I'd recommend using Irfanview for image capture and manipulation, and just MS Paint for editing if you need to. Irfanview is easy to use for basic things like capture, resize, and save.

The capture option is on the Options menu:






In the Capture Setup page, set the options as below, although the Capture Area setting will depend on exactly what you want to capture. For charts from a charting program, just the client area should be enough.






To crop the image, first select the area you want to keep. You do this by clicking on one corner (say top-left) then dragging the mouse down to the diagonally opposite corner (bottom-right). There's no tool or menu option for this, you just click and drag.

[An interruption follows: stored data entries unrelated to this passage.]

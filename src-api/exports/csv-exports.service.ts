import { Inject, Injectable } from '@nestjs/common';
import { sql, type SQL } from 'drizzle-orm';
import type { Response } from 'express';
import { DB, type Db, type Tx } from '../db/client';
import { likeEscape } from '../common/paging';
import { rangeInstant, type ExportAuditQuery, type ExportLotsQuery, type ExportReadingsQuery } from '../../shared/schemas/ledger';
import { cursorRows, exportFileName, sendCsv, type CsvColumn } from './csv-stream';

/** A timestamp as ISO 8601 UTC text, the same in every export whatever the server's zone. */
const ts = (col: string) => sql.raw(`to_char(${col} at time zone 'UTC', 'YYYY-MM-DD"T"HH24:MI:SS.MS"Z"')`);
const and = (parts: (SQL | undefined)[]): SQL => {
  const p = parts.filter((x): x is SQL => !!x);
  return p.length ? sql.join(p, sql` and `) : sql`true`;
};
const rowsOf = <T>(r: unknown): T[] => ((r as { rows?: T[] }).rows ?? (r as T[])) as T[];

type Row = Record<string, unknown>;
/** Columns named as in the query, in order: the CSV header is the query's own vocabulary. */
const cols = (names: string[]): CsvColumn<Row>[] => names.map((n) => ({ header: n, value: (r) => r[n] }));

const LOT_COLUMNS = cols([
  'lot_ref', 'supplier_lot_number', 'po_number', 'supplier_code', 'supplier_name', 'part_number', 'part_revision', 'plan_revision',
  'quantity', 'received_at', 'received_by', 'heat_numbers', 'packaging', 'status', 'sampling_kind', 'inspection_level', 'aql',
  'severity', 'code_letter', 'sample_size', 'accept', 'reject', 'decision', 'nonconforming_cores', 'decided_by', 'decided_at', 'decision_comment',
]);
const READING_COLUMNS = cols([
  'lot_ref', 'supplier_lot_number', 'supplier_code', 'part_number', 'part_revision', 'core_serial', 'characteristic', 'characteristic_name',
  'kind', 'value', 'unit', 'lsl', 'usl', 'raw_readings', 'pass', 'conforming', 'gauge_asset_tag', 'gauge_due_on_at_time', 'entered_by',
  'entered_at', 'source', 'note',
]);
const NCR_COLUMNS = cols([
  'ncr_number', 'status', 'source', 'title', 'supplier_code', 'supplier_name', 'part_number', 'part_revision', 'lot_ref', 'supplier_lot_number',
  'characteristic', 'requirement', 'found', 'defect_codes', 'suspect_quantity', 'raised_by', 'raised_at', 'dispositioned_at', 'dispositions',
  'disposed_quantity', 'total_cost', 'signatures', 'scar_numbers', 'closed_at',
]);
const SCAR_COLUMNS = cols([
  'scar_number', 'status', 'title', 'supplier_code', 'supplier_name', 'part_number', 'part_revision', 'ncr_number', 'defect_codes', 'recipients',
  'issued_by', 'issued_at', 'acknowledged_at', 'accepted_at', 'closed_at', 'steps_accepted', 'steps_waiting_review', 'steps_returned',
  'next_due_step', 'next_due_on', 'verify_lots_passed', 'verify_lots_required',
]);
const AUDIT_COLUMNS = cols(['id', 'at', 'actor_email', 'action', 'entity', 'entity_id', 'reason', 'before', 'after', 'prev_hash', 'hash']);

/**
 * CSV exports, streamed from a cursor inside one read-only REPEATABLE READ transaction: the row
 * count and every row come from the same snapshot, so the file is one consistent picture.
 */
@Injectable()
export class CsvExportsService {
  constructor(@Inject(DB) private readonly db: Db) {}

  private async stream(res: Response, what: string, from: SQL, select: SQL, order: SQL, columns: CsvColumn<Row>[]): Promise<void> {
    await this.db.transaction(
      async (tx: Tx) => {
        const [{ n }] = rowsOf<{ n: string }>(await tx.execute(sql`select count(*)::text as n ${from}`));
        await sendCsv(res, exportFileName(what, 'csv'), Number(n), columns, cursorRows<Row>(tx, sql`select ${select} ${from} ${order}`));
      },
      { isolationLevel: 'repeatable read', accessMode: 'read only' },
    );
  }

  lots(res: Response, q: ExportLotsQuery): Promise<void> {
    const where = and([
      q.status ? sql`l.status = ${q.status}` : undefined,
      q.supplierId ? sql`l.supplier_id = ${q.supplierId}` : undefined,
      q.partId ? sql`l.part_id = ${q.partId}` : undefined,
      q.q
        ? sql`(l.supplier_lot_number ilike ${likeEscape(q.q)} or l.po_number ilike ${likeEscape(q.q)} or l.heat_numbers::text ilike ${likeEscape(q.q)} or l.ref::text = ${q.q.replace(/\D/g, '') || '-1'})`
        : undefined,
      q.receivedFrom ? sql`l.received_at >= ${rangeInstant(q.receivedFrom, false).toISOString()}` : undefined,
      q.receivedTo ? sql`l.received_at <= ${rangeInstant(q.receivedTo, true).toISOString()}` : undefined,
    ]);
    const from = sql`from lot l
      join supplier s on s.id = l.supplier_id
      join part p on p.id = l.part_id
      join inspection_plan ip on ip.id = l.plan_id
      left join app_user ru on ru.id = l.received_by
      left join app_user du on du.id = l.decided_by
      where ${where}`;
    const select = sql`l.ref as lot_ref, l.supplier_lot_number, l.po_number, s.code as supplier_code, s.name as supplier_name,
      p.part_number, p.revision as part_revision, ip.revision as plan_revision, l.quantity, ${ts('l.received_at')} as received_at,
      ru.email as received_by, l.heat_numbers, l.packaging_condition as packaging, l.status, l.sampling->>'kind' as sampling_kind,
      l.sampling->>'level' as inspection_level, (l.sampling->>'aql')::float8 as aql, l.sampling->>'severity' as severity,
      l.sampling->>'codeLetter' as code_letter, (l.sampling->>'sampleSize')::int as sample_size, (l.sampling->>'accept')::int as accept,
      (l.sampling->>'reject')::int as reject, l.decision, l.nonconforming_count as nonconforming_cores, du.email as decided_by,
      ${ts('l.decided_at')} as decided_at, l.decision_comment`;
    return this.stream(res, 'lots', from, select, sql`order by l.ref`, LOT_COLUMNS);
  }

  readings(res: Response, q: ExportReadingsQuery): Promise<void> {
    const where = and([
      q.lotId ? sql`r.lot_id = ${q.lotId}` : undefined,
      q.from ? sql`r.entered_at >= ${rangeInstant(q.from, false).toISOString()}` : undefined,
      q.to ? sql`r.entered_at <= ${rangeInstant(q.to, true).toISOString()}` : undefined,
    ]);
    const from = sql`from reading r
      join lot l on l.id = r.lot_id
      join lot_sample ls on ls.id = r.sample_id
      join supplier s on s.id = l.supplier_id
      join part p on p.id = l.part_id
      left join plan_characteristic pc on pc.plan_id = l.plan_id and pc.code = r.characteristic_code
      left join gauge g on g.id = r.gauge_id
      left join app_user u on u.id = r.entered_by
      where ${where}`;
    const select = sql`l.ref as lot_ref, l.supplier_lot_number, s.code as supplier_code, p.part_number, p.revision as part_revision,
      ls.serial as core_serial, r.characteristic_code as characteristic, pc.name as characteristic_name, pc.kind, r.value, pc.unit,
      pc.lsl, pc.usl, r.values as raw_readings, r.pass, r.conforming, g.asset_tag as gauge_asset_tag,
      r.gauge_due_on::text as gauge_due_on_at_time, u.email as entered_by, ${ts('r.entered_at')} as entered_at, r.source, r.note`;
    return this.stream(res, q.lotId ? 'readings-lot' : 'readings', from, select, sql`order by l.ref, ls.serial, pc.seq nulls last, r.characteristic_code`, READING_COLUMNS);
  }

  auditEvents(res: Response, q: ExportAuditQuery): Promise<void> {
    const where = and([
      q.entity ? sql`entity = ${q.entity}` : undefined,
      q.entityId ? sql`entity_id = ${q.entityId}` : undefined,
      q.actor ? sql`actor_email ilike ${likeEscape(q.actor)}` : undefined,
      q.action ? sql`action = ${q.action}` : undefined,
      q.from ? sql`at >= ${new Date(q.from).toISOString()}` : undefined,
      q.to ? sql`at <= ${new Date(q.to).toISOString()}` : undefined,
    ]);
    const select = sql`id::text as id, ${ts('at')} as at, actor_email, action, entity, entity_id, reason, before, after, prev_hash, hash`;
    // Same order as the list: newest first unless sort=at.
    return this.stream(res, 'audit-events', sql`from audit_event where ${where}`, select, q.sort === 'at' ? sql`order by audit_event.id asc` : sql`order by audit_event.id desc`, AUDIT_COLUMNS);
  }
  /** One row per NCR, oldest first; dispositions summarised as "scrap 40; sort 60" with their total cost. */
  ncrs(res: Response): Promise<void> {
    const from = sql`from ncr n
      left join supplier s on s.id = n.supplier_id
      left join part p on p.id = n.part_id
      left join lot l on l.id = n.lot_id
      left join app_user u on u.id = n.raised_by`;
    const select = sql`n.number as ncr_number, n.status, n.source, n.title, s.code as supplier_code, s.name as supplier_name,
      p.part_number, p.revision as part_revision, l.ref as lot_ref, l.supplier_lot_number, n.characteristic_code as characteristic,
      n.requirement, n.found, n.defect_codes, n.suspect_quantity, u.email as raised_by, ${ts('n.raised_at')} as raised_at,
      ${ts('n.dispositioned_at')} as dispositioned_at,
      (select string_agg(d.kind || ' ' || d.quantity, '; ' order by d.seq) from disposition d where d.ncr_id = n.id) as dispositions,
      (select sum(d.quantity)::int from disposition d where d.ncr_id = n.id) as disposed_quantity,
      (select round(sum(d.cost)::numeric, 2)::float8 from disposition d where d.ncr_id = n.id) as total_cost,
      (select string_agg(es.signer_email || ' (' || es.purpose || ')', '; ' order by es.signed_at) from e_signature es where es.entity = 'ncr' and es.entity_id = n.id) as signatures,
      (select string_agg(ca.number, '; ' order by ca.issued_at) from corrective_action ca where ca.ncr_id = n.id) as scar_numbers,
      ${ts('n.closed_at')} as closed_at`;
    return this.stream(res, 'ncrs', from, select, sql`order by n.raised_at, n.number`, NCR_COLUMNS);
  }

  /** One row per corrective action request, oldest first, with where its 8D steps stand. */
  correctiveActions(res: Response): Promise<void> {
    const from = sql`from corrective_action ca
      join supplier s on s.id = ca.supplier_id
      join ncr n on n.id = ca.ncr_id
      left join part p on p.id = ca.part_id
      left join app_user u on u.id = ca.issued_by`;
    const steps = (status: string) => sql.raw(`(select count(*)::int from corrective_action_step st where st.corrective_action_id = ca.id and st.status = '${status}')`);
    const select = sql`ca.number as scar_number, ca.status, ca.title, s.code as supplier_code, s.name as supplier_name, p.part_number,
      p.revision as part_revision, n.number as ncr_number, ca.defect_codes, ca.recipients, u.email as issued_by, ${ts('ca.issued_at')} as issued_at,
      ${ts('ca.acknowledged_at')} as acknowledged_at, ${ts('ca.accepted_at')} as accepted_at, ${ts('ca.closed_at')} as closed_at,
      ${steps('accepted')} as steps_accepted, ${steps('submitted')} as steps_waiting_review, ${steps('returned')} as steps_returned,
      nd.step as next_due_step, nd.due_on::text as next_due_on, jsonb_array_length(ca.verify_lots)::int as verify_lots_passed,
      ca.verify_lots_required`;
    // The earliest due date among the steps still with the supplier.
    const withNext = sql`${from}
      left join lateral (select st.step, st.due_on from corrective_action_step st
        where st.corrective_action_id = ca.id and st.status in ('open', 'returned') and st.due_on is not null
        order by st.due_on, st.step limit 1) nd on true`;
    return this.stream(res, 'corrective-actions', withNext, select, sql`order by ca.issued_at, ca.number`, SCAR_COLUMNS);
  }
}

To crop, use the Crop Selection option on the Edit menu:






If you also want to resize the image, use the Resize/Resample option on the Image menu:






On the options page, set the size you want and ensure that the Preserve Aspect Ratio box is checked. Whether to choose Resize or Resample in the Size Method field is a matter of choice. Resizing preserves a sharper image but it can generate odd-looking highlights and wavy lines in some images. Resampling avoids that but tends to give a more diffused image (a little like soft focus). If posting stuff here, make sure both the width and height are less than 800 pixels.






Then just use File->Save As to save the image. For stock charts, GIF format is probably best. If saving JPEG images, a little box opens up to one side with some options. The quality is the main thing there, with lower quality giving smaller file sizes which are generally better for forums and emails. You'd need to save a file and then view it again to get a feel for what the quality settings are like.

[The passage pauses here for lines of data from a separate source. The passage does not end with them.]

import { keepPreviousData, queryOptions, useMutation, useQuery, useQueryClient } from '@tanstack/react-query';
import type { CreateGaugeInput, Gauge, GaugeKind, UpdateGaugeInput } from '@shared/schemas/master-data';
import { api } from '../../../lib/api-client';

export type CalibrationFilter = 'overdue' | 'due-soon' | 'ok';

export interface GaugeListQuery {
  page: number;
  pageSize: number;
  sort?: string;
  q?: string;
  kind?: GaugeKind;
  calibration?: CalibrationFilter;
}

export const getGauges = (q: GaugeListQuery) => api<{ items: Gauge[]; total: number }>('/gauges', { query: { ...q } });
export const getGaugesQueryOptions = (q: GaugeListQuery) => queryOptions({ queryKey: ['gauges', 'list', q], queryFn: () => getGauges(q), placeholderData: keepPreviousData });
export const useGauges = (q: GaugeListQuery) => useQuery(getGaugesQueryOptions(q));

export function useCreateGauge() {
  const qc = useQueryClient();
  return useMutation({
    mutationFn: (input: CreateGaugeInput) => api<Gauge>('/gauges', { method: 'POST', body: input }),
    onSuccess: () => qc.invalidateQueries({ queryKey: ['gauges'] }),
  });
}

export function useUpdateGauge() {
  const qc = useQueryClient();
  return useMutation({
    mutationFn: ({ id, ...input }: UpdateGaugeInput & { id: string }) => api<Gauge>(`/gauges/${id}`, { method: 'PATCH', body: input }),
    onSuccess: () => qc.invalidateQueries({ queryKey: ['gauges'] }),
  });
}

Although I usually use Paint Shop Pro, all these screen shots in this message were captured and cropped using Irfanview, just to make sure it really did work!

Cheers,
GP


----------



## Julia (23 May 2006)

GP

Many thanks for such detailed assistance.  It seems awfully complicated.
When I tried to download Irfanview I got the screen saying 
"this page is presently unavailable".

From the various instructions kindly supplied by members I can now capture the screen shot OK.  Where the problem seems to occur is the format in which I'm saving it as when I go to attach it via "Manage Attachments" I'm told the file size is too large.

Joe, is an option increasing the allowable file size?

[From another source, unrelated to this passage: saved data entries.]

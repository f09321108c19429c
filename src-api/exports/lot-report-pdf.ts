import { BAD, GOOD, INK, M, MUTED, ReportDoc, RULE, utc, type Cell } from './report-pdf';
import type { StoredSampling } from '../../shared/schemas/receiving';

export interface LotReportData {
  generatedAt: Date;
  generatedBy: string;
  lot: {
    ref: number;
    supplierLotNumber: string;
    poNumber: string | null;
    quantity: number;
    heatNumbers: string[];
    packaging: string;
    certificate: string | null;
    status: string;
    receivedAt: Date;
    receivedBy: string | null;
    decision: 'accept' | 'reject' | null;
    decisionComment: string | null;
    nonconformingCount: number | null;
    decidedAt: Date | null;
    decidedBy: string | null;
  };
  supplier: { code: string; name: string };
  part: { number: string; revision: string; description: string; construction: string; steelGrade: string };
  plan: { revision: number; status: string; activatedAt: Date | null };
  sampling: StoredSampling;
  characteristics: { code: string; name: string; kind: string; unit: string | null; lsl: number | null; nominal: number | null; usl: number | null; severity: string }[];
  cores: number[];
  readings: { serial: number; code: string; value: number | null; pass: boolean | null; conforming: boolean | null; gaugeId: string | null; gaugeAssetTag: string | null; gaugeDueOn: string | null }[];
  photos: { image: Buffer | null; caption: string | null }[];
  morePhotos: number;
  ncrs: { number: string; status: string; title: string }[];
  scars: { number: string; status: string }[];
  audit: { id: number; at: Date; action: string; actor: string | null; hash: string }[];
}

export const REPORT_TITLE = 'Yokeline — Lot inspection report';

export { utc };
/** Numbers as measured: no float noise, at most 4 decimals. */
export const num = (v: number | null | undefined): string => (v == null ? '—' : String(Number(v.toFixed(4))));

function samplingLine(s: StoredSampling): string {
  if (s.kind === 'zero-acceptance') return `Zero-acceptance plan (c = 0): n = ${s.sampleSize}, accept on 0, reject on 1${s.inspectAll ? ', every core inspected' : ''}.`;
  return [
    `Single sampling, inspection level ${s.level ?? '—'}, AQL ${s.aql ?? '—'}, ${s.severity} inspection`,
    `code letter ${s.codeLetter ?? '—'}${s.planLetter && s.planLetter !== s.codeLetter ? ` (plan ${s.planLetter})` : ''}`,
    `n = ${s.sampleSize}, Ac ${s.accept}, Re ${s.reject}${s.inspectAll ? ', every core inspected' : ''}`,
  ].join(' · ');
}

function resultCell(r: LotReportData['readings'][number] | undefined): Cell {
  if (!r) return { text: '—', colour: MUTED };
  const bad = r.conforming === false || r.pass === false;
  const text = r.pass != null && r.value == null ? (r.pass ? 'pass' : 'FAIL') : num(r.value);
  return bad ? { text: `${text} *`, colour: BAD, bold: true } : { text };
}

/** Renders the report; the whole file is built in memory (it is bounded by MAX_PDF_CORES). */
export function renderLotReport(d: LotReportData): Promise<Buffer> {
  // The shared report layout (fonts, tables, running header and page numbers).
  const r = new ReportDoc({ title: REPORT_TITLE, subject: `Lot ${d.lot.ref} · ${d.part.number} rev ${d.part.revision}`, generatedAt: d.generatedAt, generatedBy: d.generatedBy });
  const doc = r.doc;

  // ── Title
  doc.font('bold').fontSize(18).fillColor(INK).text(`Lot ${d.lot.ref}`, M.left, M.top, { continued: true });
  doc.font('regular').fontSize(12).fillColor(MUTED).text(`   supplier lot ${d.lot.supplierLotNumber}`);
  const verdict = d.lot.decision === 'accept' ? { t: 'ACCEPTED', c: GOOD } : d.lot.decision === 'reject' ? { t: 'REJECTED', c: BAD } : { t: 'NOT YET DECIDED', c: MUTED };
  doc.moveDown(0.2);
  r.para(`${verdict.t} · status ${d.lot.status}`, { colour: verdict.c, font: 'bold', size: 11 });

  r.heading('Lot');
  r.facts([
    ['Supplier', `${d.supplier.name} (${d.supplier.code})`],
    ['Part', `${d.part.number} rev ${d.part.revision}`],
    ['Description', d.part.description],
    ['Construction', `${d.part.construction} · ${d.part.steelGrade}`],
    ['Quantity', `${d.lot.quantity.toLocaleString('en-GB')} cores`],
    ['PO', d.lot.poNumber ?? '—'],
    ['Received', utc(d.lot.receivedAt)],
    ['Received by', d.lot.receivedBy ?? '—'],
    ['Heat numbers', d.lot.heatNumbers.join(', ') || '—'],
    ['Packaging', d.lot.packaging],
    ['Certificate', d.lot.certificate ?? 'none attached'],
    ['Plan revision', `rev ${d.plan.revision} (${d.plan.status}${d.plan.activatedAt ? `, active since ${utc(d.plan.activatedAt)}` : ''})`],
  ]);

  r.heading('Sampling');
  r.para(samplingLine(d.sampling));
  r.para(`Table: ${d.sampling.table}`, { colour: MUTED, size: 8 });

  r.heading('Characteristics');
  r.table(
    [
      { header: 'Code', width: 62 },
      { header: 'Name', width: 142 },
      { header: 'Kind', width: 54 },
      { header: 'Unit', width: 40 },
      { header: 'Lower', width: 52, align: 'right' },
      { header: 'Nominal', width: 52, align: 'right' },
      { header: 'Upper', width: 52, align: 'right' },
      { header: 'Severity', width: 45 },
    ],
    d.characteristics.map((c) => [{ text: c.code, bold: true }, { text: c.name }, { text: c.kind }, { text: c.unit ?? '—' }, { text: num(c.lsl) }, { text: num(c.nominal) }, { text: num(c.usl) }, { text: c.severity }]),
  );

  // ── Per-core results, a group of characteristics at a time so columns stay readable.
  r.heading('Results per core');
  const byKey = new Map(d.readings.map((x) => [`${x.serial}|${x.code}`, x]));
  const perGroup = 7;
  const groups: LotReportData['characteristics'][] = [];
  for (let i = 0; i < d.characteristics.length; i += perGroup) groups.push(d.characteristics.slice(i, i + perGroup));
  if (!d.cores.length || !groups.length) r.para('No sampled cores or characteristics.', { colour: MUTED });
  const coreW = 40;
  groups.forEach((g, gi) => {
    const w = Math.floor((doc.page.width - M.left - M.right - coreW) / perGroup);
    r.table(
      [{ header: 'Core', width: coreW, align: 'right' }, ...g.map((c) => ({ header: `${c.code}${c.unit ? ` (${c.unit})` : ''}`, width: w, align: 'right' as const }))],
      d.cores.map((serial) => [{ text: String(serial), bold: true }, ...g.map((c) => resultCell(byKey.get(`${serial}|${c.code}`)))]),
      groups.length > 1 ? `Characteristics ${gi * perGroup + 1}–${gi * perGroup + g.length} of ${d.characteristics.length}` : undefined,
    );
    doc.moveDown(0.4);
  });
  r.para('* outside its limits, or a failed check. — not measured.', { colour: MUTED, size: 8 });

  // ── Gauges, with the due date they had when the readings were taken.
  const gauges = new Map<string, { tag: string; due: string | null; n: number }>();
  for (const x of d.readings) {
    if (!x.gaugeId) continue;
    const k = `${x.gaugeId}|${x.gaugeDueOn}`;
    const g = gauges.get(k) ?? { tag: x.gaugeAssetTag ?? x.gaugeId, due: x.gaugeDueOn, n: 0 };
    g.n++;
    gauges.set(k, g);
  }
  r.heading('Gauges used');
  if (gauges.size) {
    r.table(
      [{ header: 'Asset tag', width: 160 }, { header: 'Calibration due (at the time)', width: 180 }, { header: 'Readings', width: 80, align: 'right' }],
      [...gauges.values()].map((g) => [{ text: g.tag, bold: true }, { text: g.due ?? '—' }, { text: String(g.n) }]),
    );
  } else r.para('No gauge readings.', { colour: MUTED });

  r.heading('Decision');
  if (d.lot.decision) {
    r.para(`${d.lot.decision === 'accept' ? 'Accepted' : 'Rejected'} by ${d.lot.decidedBy ?? 'unknown'} on ${utc(d.lot.decidedAt)}`, { font: 'semibold', size: 10, colour: verdict.c });
    if (d.lot.nonconformingCount != null) r.para(`${d.lot.nonconformingCount} nonconforming of ${d.sampling.sampleSize} sampled cores (accept on ${d.sampling.accept}, reject on ${d.sampling.reject}).`);
    if (d.lot.decisionComment) r.para(`Comment: ${d.lot.decisionComment}`);
  } else r.para('The lot has not been decided yet.', { colour: MUTED });
  if (d.ncrs.length || d.scars.length) {
    r.heading('Nonconformance and corrective action');
    for (const n of d.ncrs) r.para(`${n.number} · ${n.status} · ${n.title}`);
    for (const x of d.scars) r.para(`${x.number} · ${x.status}`);
  }

  if (d.photos.length) {
    r.heading('Photos');
    const size = 112;
    const gap = 12;
    const perRow = Math.floor((doc.page.width - M.left - M.right + gap) / (size + gap));
    for (let i = 0; i < d.photos.length; i += perRow) {
      r.ensure(size + 28);
      const y = doc.y;
      d.photos.slice(i, i + perRow).forEach((p, j) => {
        const x = M.left + j * (size + gap);
        doc.rect(x, y, size, size).lineWidth(0.5).strokeColor(RULE).stroke();
        if (p.image) {
          try {
            doc.image(p.image, x + 1, y + 1, { fit: [size - 2, size - 2], align: 'center', valign: 'center' });
          } catch {
            doc.font('regular').fontSize(8).fillColor(MUTED).text('image unreadable', x + 4, y + size / 2 - 4, { width: size - 8, align: 'center' });
          }
        } else doc.font('regular').fontSize(8).fillColor(MUTED).text('image unavailable', x + 4, y + size / 2 - 4, { width: size - 8, align: 'center' });
        doc.font('regular').fontSize(7).fillColor(MUTED).text(p.caption ?? '', x, y + size + 3, { width: size, height: 20, ellipsis: true });
      });
      doc.y = y + size + 26;
    }
    if (d.morePhotos) r.para(`${d.morePhotos} more photo${d.morePhotos === 1 ? '' : 's'} in the lot file.`, { colour: MUTED });
  }

  r.heading('Audit records of this lot');
  r.table(
    [{ header: 'Record', width: 50, align: 'right' }, { header: 'Time (UTC)', width: 90 }, { header: 'Action', width: 120 }, { header: 'By', width: 140 }, { header: 'Hash', width: 99 }],
    d.audit.map((a) => [{ text: `#${a.id}` }, { text: utc(a.at).replace(' UTC', '') }, { text: a.action }, { text: a.actor ?? '—' }, { text: `${a.hash.slice(0, 12)}…` }]),
  );
  r.para('Each record is chained by SHA-256 to the one before it; the History ledger verifies the whole chain.', { colour: MUTED, size: 8 });

  return r.end();
}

When I go to Save as the options are as below:

24-bit Bitmap (bmp-dib)
Monochrome Bitmap "
16Color          "
256 Color        "
JPEG (*JPG, JPEGM JPEM JFIF)
GIF (*GIF)
TIF (TIF, TIFF)
PNG (PNG)

Any advice that will help will be much appreciated.

Julia


----------



## wayneL (23 May 2006)

Julia,

Sans any real 'puter experts, here's what I've been told. Photograph images are best saved as jpeg. Other images such as charts, are best saved as gif or png.

I'm sure someone else will add.

Cheers


----------



## GreatPig (23 May 2006)

Julia said:
			
		

> It seems awfully complicated.



Unfortunately, capturing, cropping, and resizing doesn't get a lot easier than that 



> When I tried to download Irfanview I got the screen saying
> "this page is presently unavailable".



Maybe just a temporary glitch. I tried it just now and had no problem. Here's a link to the download page. Just go to the Australia section and select one of the download sites (doesn't really matter which one).



> From the various instructions kindly supplied by members I can now capture the screen shot OK.



If you're just capturing the whole screen, then it will indeed be too big to upload here. That's why you need to crop and/or resize. Increasing the upload size limit is not really a good option as the image will be too big to view, and for many people, require scrolling to see the whole image.



> When I go to Save as the options are as below:
> 
> 24-bit Bitmap (bmp-dib)
> Monochrome Bitmap "
> ...



For stock charts, GIF or PNG should be fine. For photos, JPEG. Don't use Bitmaps (BMP) as they are not compressed and the file size will likely be too large.

GP


----------



## Joe Blow (23 May 2006)

Julia said:
			
		

> Joe, is an option increasing the allowable file size?




Hi Julia,

At the moment the file size limit for images is about 90K. With a little optimisation there is no reason why any image should be any more than that. With the large amount of attachments on ASF unfortunately I have to draw the line somewhere and 90K seemed like more than enough for most purposes. 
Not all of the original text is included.